» Exercise:
Find the line with "widths (no cells)." in the entries below, then reproduce it and every line after it down to and including the line with "still fits: the", exactly.

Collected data
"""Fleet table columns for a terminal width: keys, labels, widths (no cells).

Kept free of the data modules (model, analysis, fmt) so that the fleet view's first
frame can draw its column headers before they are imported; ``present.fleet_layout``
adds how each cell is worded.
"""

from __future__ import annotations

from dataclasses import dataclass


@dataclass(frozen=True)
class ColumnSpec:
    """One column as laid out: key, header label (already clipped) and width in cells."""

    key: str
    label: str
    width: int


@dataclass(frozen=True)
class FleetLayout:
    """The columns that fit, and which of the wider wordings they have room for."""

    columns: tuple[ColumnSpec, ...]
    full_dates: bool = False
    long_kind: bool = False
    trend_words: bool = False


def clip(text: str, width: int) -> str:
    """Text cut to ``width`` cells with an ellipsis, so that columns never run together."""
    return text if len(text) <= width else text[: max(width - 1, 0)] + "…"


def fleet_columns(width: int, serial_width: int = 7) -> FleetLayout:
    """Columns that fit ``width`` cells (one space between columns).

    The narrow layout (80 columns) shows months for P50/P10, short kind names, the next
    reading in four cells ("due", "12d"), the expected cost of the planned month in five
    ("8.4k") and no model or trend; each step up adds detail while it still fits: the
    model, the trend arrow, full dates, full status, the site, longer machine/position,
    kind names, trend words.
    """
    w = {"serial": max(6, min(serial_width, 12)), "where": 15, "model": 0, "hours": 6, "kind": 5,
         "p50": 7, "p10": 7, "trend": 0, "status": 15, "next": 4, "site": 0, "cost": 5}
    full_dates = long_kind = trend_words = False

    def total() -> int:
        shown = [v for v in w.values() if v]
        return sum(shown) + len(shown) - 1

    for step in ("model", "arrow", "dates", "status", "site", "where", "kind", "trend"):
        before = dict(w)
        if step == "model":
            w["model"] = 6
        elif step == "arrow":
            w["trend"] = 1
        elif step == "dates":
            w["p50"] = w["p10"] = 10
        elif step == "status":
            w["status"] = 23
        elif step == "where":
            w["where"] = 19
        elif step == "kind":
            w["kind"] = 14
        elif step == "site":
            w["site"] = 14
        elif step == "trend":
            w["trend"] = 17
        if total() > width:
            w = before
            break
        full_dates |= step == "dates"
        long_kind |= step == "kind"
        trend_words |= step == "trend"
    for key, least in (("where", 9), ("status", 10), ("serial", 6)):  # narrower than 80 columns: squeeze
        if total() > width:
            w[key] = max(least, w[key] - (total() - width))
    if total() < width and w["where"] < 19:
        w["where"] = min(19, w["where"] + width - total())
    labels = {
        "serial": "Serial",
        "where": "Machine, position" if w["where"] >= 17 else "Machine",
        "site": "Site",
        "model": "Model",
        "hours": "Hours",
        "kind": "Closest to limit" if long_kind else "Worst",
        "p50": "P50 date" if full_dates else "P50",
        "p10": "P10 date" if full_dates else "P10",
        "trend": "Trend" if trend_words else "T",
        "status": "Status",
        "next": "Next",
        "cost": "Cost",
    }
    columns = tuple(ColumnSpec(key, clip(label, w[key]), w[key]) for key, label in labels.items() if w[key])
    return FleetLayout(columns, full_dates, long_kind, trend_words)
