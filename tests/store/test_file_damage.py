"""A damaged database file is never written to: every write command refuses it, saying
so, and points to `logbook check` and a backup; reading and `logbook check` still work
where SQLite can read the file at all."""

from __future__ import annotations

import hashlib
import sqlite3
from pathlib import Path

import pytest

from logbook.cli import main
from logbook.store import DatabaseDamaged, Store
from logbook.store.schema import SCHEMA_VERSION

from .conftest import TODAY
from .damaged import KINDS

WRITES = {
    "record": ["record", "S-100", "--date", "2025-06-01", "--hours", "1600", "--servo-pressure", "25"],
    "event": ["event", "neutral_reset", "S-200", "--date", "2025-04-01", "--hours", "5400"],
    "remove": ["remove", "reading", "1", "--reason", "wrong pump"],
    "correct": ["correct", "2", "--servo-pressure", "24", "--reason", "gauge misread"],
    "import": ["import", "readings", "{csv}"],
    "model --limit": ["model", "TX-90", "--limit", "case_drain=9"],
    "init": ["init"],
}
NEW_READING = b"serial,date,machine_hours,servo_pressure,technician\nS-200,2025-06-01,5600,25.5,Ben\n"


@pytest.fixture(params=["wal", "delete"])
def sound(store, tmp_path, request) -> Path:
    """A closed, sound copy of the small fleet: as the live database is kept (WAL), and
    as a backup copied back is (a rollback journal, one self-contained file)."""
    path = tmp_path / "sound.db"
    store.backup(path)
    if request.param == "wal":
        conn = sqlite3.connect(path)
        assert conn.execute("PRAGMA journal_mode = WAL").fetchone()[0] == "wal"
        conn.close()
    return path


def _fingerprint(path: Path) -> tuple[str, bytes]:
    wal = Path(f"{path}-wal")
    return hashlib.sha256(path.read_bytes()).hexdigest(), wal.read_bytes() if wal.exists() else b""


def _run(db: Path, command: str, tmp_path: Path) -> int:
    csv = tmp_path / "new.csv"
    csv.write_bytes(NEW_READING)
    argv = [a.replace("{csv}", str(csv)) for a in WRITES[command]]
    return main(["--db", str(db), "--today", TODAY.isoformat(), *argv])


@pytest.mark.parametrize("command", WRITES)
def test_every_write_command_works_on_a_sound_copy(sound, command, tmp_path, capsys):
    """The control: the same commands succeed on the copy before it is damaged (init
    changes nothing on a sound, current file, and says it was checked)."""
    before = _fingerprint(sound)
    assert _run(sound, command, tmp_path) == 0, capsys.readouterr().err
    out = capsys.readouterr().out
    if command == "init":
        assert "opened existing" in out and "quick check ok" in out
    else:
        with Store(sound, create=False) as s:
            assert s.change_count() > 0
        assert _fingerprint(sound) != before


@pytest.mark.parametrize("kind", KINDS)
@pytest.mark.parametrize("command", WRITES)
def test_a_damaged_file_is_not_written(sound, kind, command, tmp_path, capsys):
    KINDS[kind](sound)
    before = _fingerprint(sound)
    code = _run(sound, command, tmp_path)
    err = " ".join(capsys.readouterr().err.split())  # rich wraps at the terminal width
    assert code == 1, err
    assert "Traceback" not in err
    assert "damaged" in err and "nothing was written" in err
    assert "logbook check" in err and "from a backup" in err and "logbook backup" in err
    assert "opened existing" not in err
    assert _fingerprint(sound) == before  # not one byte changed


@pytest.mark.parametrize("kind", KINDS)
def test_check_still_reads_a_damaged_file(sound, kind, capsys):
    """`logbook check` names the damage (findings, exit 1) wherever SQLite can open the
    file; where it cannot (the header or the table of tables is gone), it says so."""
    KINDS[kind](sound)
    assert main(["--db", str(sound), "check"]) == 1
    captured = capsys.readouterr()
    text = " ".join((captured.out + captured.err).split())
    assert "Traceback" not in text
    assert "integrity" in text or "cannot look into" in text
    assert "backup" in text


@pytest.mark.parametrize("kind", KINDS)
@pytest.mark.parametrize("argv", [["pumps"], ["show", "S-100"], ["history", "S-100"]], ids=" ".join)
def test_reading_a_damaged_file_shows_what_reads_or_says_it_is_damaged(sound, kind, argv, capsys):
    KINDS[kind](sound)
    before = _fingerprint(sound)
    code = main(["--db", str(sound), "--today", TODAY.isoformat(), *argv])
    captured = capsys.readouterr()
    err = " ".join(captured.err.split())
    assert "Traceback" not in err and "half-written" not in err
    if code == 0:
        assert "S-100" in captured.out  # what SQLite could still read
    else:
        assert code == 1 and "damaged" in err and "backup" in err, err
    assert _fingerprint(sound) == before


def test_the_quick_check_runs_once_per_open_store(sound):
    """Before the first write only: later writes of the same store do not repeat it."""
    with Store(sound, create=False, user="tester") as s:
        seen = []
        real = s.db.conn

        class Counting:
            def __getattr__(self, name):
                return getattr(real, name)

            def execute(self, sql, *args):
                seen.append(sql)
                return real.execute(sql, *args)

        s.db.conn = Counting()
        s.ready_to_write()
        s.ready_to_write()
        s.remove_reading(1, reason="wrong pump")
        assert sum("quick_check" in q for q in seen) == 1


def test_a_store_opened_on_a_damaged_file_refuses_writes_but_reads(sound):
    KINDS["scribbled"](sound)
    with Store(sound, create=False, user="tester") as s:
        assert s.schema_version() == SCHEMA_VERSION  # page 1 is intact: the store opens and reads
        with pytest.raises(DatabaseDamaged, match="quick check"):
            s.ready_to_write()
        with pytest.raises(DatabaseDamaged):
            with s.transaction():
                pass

* * *

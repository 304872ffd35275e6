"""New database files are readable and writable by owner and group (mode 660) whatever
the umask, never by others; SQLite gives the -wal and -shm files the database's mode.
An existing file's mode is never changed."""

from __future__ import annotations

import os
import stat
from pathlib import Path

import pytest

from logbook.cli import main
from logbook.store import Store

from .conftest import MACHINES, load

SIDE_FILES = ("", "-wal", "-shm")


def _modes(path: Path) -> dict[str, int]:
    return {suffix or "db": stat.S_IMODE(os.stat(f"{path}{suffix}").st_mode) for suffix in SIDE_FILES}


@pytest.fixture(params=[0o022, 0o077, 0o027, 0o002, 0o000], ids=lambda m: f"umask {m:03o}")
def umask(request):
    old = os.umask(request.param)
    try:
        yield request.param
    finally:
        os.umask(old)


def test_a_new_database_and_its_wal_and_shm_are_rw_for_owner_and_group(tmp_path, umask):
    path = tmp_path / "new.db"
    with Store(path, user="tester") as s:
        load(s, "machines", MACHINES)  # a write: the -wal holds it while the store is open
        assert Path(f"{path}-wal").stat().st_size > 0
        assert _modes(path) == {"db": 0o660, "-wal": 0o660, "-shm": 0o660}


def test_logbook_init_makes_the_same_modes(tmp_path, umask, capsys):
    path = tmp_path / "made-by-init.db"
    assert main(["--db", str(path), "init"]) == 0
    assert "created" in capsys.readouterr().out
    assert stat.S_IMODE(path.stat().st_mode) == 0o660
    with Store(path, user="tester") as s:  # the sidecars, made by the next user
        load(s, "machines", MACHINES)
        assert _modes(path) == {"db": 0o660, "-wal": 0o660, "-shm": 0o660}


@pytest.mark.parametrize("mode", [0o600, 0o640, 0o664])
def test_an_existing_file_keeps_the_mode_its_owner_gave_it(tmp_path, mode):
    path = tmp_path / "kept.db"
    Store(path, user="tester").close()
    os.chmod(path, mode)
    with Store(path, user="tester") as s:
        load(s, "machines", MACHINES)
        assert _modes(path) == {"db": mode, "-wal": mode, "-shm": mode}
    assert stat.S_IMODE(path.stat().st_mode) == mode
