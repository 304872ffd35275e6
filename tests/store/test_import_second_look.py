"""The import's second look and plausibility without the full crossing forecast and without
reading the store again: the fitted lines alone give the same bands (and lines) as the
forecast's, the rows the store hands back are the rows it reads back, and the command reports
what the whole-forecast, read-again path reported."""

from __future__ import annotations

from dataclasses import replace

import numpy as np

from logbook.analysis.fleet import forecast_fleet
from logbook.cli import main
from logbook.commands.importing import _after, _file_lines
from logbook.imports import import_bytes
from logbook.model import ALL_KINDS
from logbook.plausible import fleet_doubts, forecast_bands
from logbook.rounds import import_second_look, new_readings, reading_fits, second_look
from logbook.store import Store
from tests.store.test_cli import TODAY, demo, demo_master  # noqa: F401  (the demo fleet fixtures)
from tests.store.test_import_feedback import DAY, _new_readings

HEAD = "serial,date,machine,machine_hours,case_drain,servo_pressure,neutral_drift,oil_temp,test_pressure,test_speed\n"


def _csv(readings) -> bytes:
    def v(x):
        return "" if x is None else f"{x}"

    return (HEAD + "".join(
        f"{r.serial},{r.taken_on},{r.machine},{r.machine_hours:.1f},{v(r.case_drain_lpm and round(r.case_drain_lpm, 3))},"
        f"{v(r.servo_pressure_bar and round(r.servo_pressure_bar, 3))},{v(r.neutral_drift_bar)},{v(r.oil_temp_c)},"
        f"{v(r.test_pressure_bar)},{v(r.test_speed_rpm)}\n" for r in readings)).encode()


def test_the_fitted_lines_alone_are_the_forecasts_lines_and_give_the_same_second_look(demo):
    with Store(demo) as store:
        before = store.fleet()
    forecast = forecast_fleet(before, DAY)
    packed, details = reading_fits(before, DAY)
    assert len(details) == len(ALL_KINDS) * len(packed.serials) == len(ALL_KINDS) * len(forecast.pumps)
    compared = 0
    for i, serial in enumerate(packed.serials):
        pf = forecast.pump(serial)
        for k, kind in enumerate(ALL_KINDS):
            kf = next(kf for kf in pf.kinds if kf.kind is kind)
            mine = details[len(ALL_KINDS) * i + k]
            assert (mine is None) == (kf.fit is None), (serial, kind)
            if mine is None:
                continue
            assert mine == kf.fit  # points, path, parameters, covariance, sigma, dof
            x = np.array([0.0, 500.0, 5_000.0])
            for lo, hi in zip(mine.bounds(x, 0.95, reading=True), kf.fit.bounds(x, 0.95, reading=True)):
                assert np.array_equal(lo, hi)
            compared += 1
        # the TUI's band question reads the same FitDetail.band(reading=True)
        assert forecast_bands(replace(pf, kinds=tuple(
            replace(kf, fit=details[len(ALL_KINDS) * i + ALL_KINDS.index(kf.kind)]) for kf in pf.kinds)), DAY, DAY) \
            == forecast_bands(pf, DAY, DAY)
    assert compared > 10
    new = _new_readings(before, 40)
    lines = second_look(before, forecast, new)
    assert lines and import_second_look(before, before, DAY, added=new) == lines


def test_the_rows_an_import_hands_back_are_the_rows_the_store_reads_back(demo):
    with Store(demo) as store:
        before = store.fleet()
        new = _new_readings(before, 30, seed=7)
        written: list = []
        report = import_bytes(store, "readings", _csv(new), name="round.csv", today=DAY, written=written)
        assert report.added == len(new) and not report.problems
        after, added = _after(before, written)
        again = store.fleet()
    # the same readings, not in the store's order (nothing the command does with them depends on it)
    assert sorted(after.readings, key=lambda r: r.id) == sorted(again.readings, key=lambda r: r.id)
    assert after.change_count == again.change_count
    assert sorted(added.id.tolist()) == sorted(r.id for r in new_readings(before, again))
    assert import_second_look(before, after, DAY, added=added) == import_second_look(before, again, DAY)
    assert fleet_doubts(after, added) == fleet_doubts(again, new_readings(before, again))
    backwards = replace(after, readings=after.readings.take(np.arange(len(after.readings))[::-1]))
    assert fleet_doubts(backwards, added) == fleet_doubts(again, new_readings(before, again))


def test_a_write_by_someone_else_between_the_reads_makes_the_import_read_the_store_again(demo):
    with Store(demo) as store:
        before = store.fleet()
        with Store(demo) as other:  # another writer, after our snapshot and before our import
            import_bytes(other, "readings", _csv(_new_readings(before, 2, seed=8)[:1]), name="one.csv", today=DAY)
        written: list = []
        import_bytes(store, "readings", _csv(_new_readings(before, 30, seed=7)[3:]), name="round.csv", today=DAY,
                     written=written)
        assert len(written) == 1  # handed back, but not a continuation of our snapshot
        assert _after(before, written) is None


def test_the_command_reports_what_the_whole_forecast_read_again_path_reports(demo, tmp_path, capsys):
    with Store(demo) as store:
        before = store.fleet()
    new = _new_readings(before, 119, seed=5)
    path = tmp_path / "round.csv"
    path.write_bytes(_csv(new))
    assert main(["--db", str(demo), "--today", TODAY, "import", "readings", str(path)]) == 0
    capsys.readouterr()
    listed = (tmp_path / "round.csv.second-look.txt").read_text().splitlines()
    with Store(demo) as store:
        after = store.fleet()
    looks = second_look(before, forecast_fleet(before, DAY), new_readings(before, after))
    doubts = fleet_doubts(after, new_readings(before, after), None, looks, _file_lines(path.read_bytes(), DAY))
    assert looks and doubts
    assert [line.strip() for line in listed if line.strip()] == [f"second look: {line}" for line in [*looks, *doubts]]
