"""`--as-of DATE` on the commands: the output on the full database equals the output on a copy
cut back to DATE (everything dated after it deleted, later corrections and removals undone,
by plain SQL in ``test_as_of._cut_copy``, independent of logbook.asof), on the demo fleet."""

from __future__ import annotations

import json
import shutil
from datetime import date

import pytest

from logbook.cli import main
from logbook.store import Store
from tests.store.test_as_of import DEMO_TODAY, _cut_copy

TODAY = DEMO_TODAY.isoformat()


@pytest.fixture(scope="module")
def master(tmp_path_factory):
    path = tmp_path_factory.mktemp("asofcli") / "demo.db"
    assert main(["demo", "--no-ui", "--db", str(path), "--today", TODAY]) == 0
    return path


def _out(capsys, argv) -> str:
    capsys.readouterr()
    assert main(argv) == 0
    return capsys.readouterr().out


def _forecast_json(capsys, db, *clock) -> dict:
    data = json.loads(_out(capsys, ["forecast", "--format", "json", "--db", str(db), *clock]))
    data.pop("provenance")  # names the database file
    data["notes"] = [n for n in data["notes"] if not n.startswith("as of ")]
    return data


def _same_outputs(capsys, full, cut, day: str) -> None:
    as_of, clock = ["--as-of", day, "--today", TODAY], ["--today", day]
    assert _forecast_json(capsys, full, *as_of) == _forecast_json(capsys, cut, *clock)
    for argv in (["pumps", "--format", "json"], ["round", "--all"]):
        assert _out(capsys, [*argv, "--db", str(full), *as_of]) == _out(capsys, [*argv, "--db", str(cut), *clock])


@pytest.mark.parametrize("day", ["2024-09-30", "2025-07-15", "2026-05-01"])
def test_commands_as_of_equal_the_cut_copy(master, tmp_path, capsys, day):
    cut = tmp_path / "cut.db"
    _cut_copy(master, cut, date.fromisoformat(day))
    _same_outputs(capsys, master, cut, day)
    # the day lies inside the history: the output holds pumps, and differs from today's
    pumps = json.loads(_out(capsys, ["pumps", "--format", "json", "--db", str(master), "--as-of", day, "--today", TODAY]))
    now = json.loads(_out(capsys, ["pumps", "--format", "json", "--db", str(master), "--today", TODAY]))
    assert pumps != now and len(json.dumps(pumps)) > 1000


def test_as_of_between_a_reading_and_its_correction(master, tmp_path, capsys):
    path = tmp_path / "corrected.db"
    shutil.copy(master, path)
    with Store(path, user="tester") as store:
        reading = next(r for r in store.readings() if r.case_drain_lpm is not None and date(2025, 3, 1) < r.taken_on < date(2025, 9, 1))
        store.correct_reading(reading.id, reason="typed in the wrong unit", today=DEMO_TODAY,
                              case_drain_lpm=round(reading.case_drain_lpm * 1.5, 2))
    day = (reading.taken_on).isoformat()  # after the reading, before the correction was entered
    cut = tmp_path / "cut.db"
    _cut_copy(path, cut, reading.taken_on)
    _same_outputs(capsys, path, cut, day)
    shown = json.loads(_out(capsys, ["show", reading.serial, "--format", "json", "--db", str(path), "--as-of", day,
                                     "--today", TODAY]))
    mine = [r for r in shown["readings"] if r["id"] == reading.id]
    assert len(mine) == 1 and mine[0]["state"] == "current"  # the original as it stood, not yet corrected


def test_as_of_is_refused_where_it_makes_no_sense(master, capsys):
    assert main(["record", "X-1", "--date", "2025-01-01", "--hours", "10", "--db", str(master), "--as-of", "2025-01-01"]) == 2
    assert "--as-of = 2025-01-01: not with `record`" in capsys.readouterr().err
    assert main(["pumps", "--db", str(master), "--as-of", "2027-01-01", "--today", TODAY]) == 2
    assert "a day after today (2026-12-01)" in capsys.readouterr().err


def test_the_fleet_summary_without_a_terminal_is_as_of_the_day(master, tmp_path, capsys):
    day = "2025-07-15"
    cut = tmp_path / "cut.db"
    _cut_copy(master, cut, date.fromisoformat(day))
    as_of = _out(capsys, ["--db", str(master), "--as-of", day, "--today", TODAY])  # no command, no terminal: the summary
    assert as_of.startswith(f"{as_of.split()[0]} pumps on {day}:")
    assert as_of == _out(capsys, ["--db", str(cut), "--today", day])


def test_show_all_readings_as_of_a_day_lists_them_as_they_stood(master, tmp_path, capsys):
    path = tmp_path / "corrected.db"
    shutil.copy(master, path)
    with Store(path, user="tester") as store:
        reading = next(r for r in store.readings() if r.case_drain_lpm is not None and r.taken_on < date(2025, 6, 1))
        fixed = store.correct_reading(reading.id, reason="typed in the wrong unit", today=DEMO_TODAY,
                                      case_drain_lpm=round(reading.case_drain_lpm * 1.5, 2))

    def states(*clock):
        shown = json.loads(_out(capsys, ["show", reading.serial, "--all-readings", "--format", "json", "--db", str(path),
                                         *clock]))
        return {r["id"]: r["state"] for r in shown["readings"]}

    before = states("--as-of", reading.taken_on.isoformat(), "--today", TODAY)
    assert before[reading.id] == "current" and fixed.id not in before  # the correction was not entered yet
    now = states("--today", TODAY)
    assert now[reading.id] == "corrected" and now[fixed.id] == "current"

---

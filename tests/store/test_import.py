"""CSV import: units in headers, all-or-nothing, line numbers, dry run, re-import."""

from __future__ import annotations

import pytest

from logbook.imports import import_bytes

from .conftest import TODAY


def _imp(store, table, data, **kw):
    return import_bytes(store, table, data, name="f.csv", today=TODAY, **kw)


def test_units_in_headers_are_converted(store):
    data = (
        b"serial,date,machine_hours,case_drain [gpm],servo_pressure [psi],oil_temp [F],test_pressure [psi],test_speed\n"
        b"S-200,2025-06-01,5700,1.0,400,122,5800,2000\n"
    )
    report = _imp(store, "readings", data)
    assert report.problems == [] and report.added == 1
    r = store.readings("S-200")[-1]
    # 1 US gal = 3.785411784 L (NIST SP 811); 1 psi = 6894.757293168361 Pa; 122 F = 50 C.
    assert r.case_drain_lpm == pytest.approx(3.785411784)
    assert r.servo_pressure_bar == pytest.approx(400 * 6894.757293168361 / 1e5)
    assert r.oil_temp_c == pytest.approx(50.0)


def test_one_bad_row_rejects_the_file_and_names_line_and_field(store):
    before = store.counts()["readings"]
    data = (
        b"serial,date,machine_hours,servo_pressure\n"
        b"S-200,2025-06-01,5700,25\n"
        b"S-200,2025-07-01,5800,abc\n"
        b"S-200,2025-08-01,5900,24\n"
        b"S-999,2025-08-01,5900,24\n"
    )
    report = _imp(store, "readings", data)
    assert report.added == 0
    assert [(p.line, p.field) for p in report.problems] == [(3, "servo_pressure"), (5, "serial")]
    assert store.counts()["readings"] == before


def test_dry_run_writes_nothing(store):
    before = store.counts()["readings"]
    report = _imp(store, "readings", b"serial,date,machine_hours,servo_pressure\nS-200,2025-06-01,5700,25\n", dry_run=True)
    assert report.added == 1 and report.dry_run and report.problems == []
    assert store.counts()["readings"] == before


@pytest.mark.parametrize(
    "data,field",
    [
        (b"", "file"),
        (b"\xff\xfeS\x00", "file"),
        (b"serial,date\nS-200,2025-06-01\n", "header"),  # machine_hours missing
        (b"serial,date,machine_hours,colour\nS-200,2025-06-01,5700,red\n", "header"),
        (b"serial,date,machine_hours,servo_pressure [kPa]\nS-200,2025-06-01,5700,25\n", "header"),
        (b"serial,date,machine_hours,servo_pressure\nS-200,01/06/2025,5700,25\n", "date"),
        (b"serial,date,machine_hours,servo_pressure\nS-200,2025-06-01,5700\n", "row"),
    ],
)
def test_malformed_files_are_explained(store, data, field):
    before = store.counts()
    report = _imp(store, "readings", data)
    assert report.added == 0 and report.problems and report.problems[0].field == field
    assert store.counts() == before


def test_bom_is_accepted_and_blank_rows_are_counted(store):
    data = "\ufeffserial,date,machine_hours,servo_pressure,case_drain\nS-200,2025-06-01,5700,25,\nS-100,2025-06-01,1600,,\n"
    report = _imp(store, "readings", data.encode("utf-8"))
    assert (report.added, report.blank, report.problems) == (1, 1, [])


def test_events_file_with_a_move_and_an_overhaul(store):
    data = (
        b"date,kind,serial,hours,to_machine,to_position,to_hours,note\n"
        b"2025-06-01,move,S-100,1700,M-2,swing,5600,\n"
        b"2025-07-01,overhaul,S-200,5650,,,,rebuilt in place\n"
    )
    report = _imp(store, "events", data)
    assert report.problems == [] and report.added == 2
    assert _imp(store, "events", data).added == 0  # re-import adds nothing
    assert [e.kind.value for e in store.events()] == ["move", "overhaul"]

» Exercise answer:
"""Fleet table columns for a terminal width: keys, labels, widths (no cells).

Kept free of the data modules (model, analysis, fmt) so that the fleet view's first
frame can draw its column headers before they are imported; ``present.fleet_layout``
adds how each cell is worded.
"""

from __future__ import annotations

from dataclasses import dataclass


@dataclass(frozen=True)
class ColumnSpec:
    """One column as laid out: key, header label (already clipped) and width in cells."""

    key: str
    label: str
    width: int


@dataclass(frozen=True)
class FleetLayout:
    """The columns that fit, and which of the wider wordings they have room for."""

    columns: tuple[ColumnSpec, ...]
    full_dates: bool = False
    long_kind: bool = False
    trend_words: bool = False


def clip(text: str, width: int) -> str:
    """Text cut to ``width`` cells with an ellipsis, so that columns never run together."""
    return text if len(text) <= width else text[: max(width - 1, 0)] + "…"


def fleet_columns(width: int, serial_width: int = 7) -> FleetLayout:
    """Columns that fit ``width`` cells (one space between columns).

    The narrow layout (80 columns) shows months for P50/P10, short kind names, the next
    reading in four cells ("due", "12d"), the expected cost of the planned month in five
    ("8.4k") and no model or trend; each step up adds detail while it still fits: the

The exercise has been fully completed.